The Canterbury Tales: The Knight's Tale
How we cite our quotes:
We stryven as dide the houndes for the boon,
They foughte al day, and yet hir part was noon.
Ther cam a kyte, whil they weren so wrothe,
And baar awey the boon bitwixe hem bothe.
And therfore at the kynges court, my brother,
Ech man for hymself, ther is noon oother.
Arcite compares himself and Palamon to hounds that fight over a bone, only to see it snatched away by a bird. His point seems to be that he and Palamon should pay attention to the object of their affections rather than to who gets her or doesn't. His declaration that at the king's court it's "ech man for hymself" doesn't mesh very well with the idea of sworn brotherhood. With this statement, then, he's effectively declaring their oath meaningless.
But to th'effect, it happed on a day
To telle it yow as shortly as I may,
A worthy duc, that highte Perotheus,
That felawe was unto duc Theseus
Syn thilke day that they were chidren lite,
Was come to Atthenes his felawe to visite.

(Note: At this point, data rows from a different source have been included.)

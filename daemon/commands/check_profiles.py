"""`hourwatch check-profiles [FOLDER]`: validate device profiles."""

from __future__ import annotations

import argparse
from pathlib import Path

from ..profile_files import load_profiles


def add(sub: argparse._SubParsersAction[argparse.ArgumentParser]) -> None:
    c = sub.add_parser("check-profiles", help="validate a folder of device profiles")
    c.add_argument("folder", type=Path, nargs="?", default=None)
    c.set_defaults(run=run)


def run(args: argparse.Namespace) -> int:
    for p in load_profiles(args.folder):
        what = f"{p.volume.semantics}, every {p.timing.period_s} s"
        print(f"ok  {p.name:<24} {p.subscription:<32} {what}")
    return 0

Immediately following the falling-out between Arcite and Palamon, the tale gives us an example of another childhood friendship – one that's lasted for many years. Palamon and Arcite's apparently weak bond appears all the more feeble in comparison.
For in this world he loved no man so,
And he loved hym als tendrely agayn.
So wel they lovede, as olde bookes sayn,
That whan that oon was deed, soothly to telle,
His felawe wente and soughte hym doun in helle.
It may sound strange to our modern ears to hear a friendship between two men described in these terms of tender love. But describing friendships between men this way is a tradition that medieval writings inherit from the classical era. In fact, ancient Greek philosophers believed that the friendship between two men was the strongest and most sacred bond of all human relationships. Theseus and Perotheus's friendship is what a friendship should be, and you get the feeling that, unlike Arcite and Palamon, they wouldn't abandon it for anything.